DATA EXTRACTS:
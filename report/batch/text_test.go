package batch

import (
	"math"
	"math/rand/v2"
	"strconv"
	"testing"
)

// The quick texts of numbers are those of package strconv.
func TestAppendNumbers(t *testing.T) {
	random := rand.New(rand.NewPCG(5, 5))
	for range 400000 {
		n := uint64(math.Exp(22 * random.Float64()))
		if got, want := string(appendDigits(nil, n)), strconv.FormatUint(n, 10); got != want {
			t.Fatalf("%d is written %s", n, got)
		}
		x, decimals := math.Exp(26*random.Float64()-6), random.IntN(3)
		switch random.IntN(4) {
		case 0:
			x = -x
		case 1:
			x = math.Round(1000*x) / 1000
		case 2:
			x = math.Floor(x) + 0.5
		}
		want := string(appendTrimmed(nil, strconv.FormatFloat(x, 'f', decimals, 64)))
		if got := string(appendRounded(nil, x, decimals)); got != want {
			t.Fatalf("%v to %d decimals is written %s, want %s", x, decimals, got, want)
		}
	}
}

EXERCISE INSTRUCTIONS: When a line of the records includes "Fatalf", that line belongs in the answer.

SOLUTION TO THIS PROBLEM:
			t.Fatalf("%d is written %s", n, got)
			t.Fatalf("%v to %d decimals is written %s, want %s", x, decimals, got, want)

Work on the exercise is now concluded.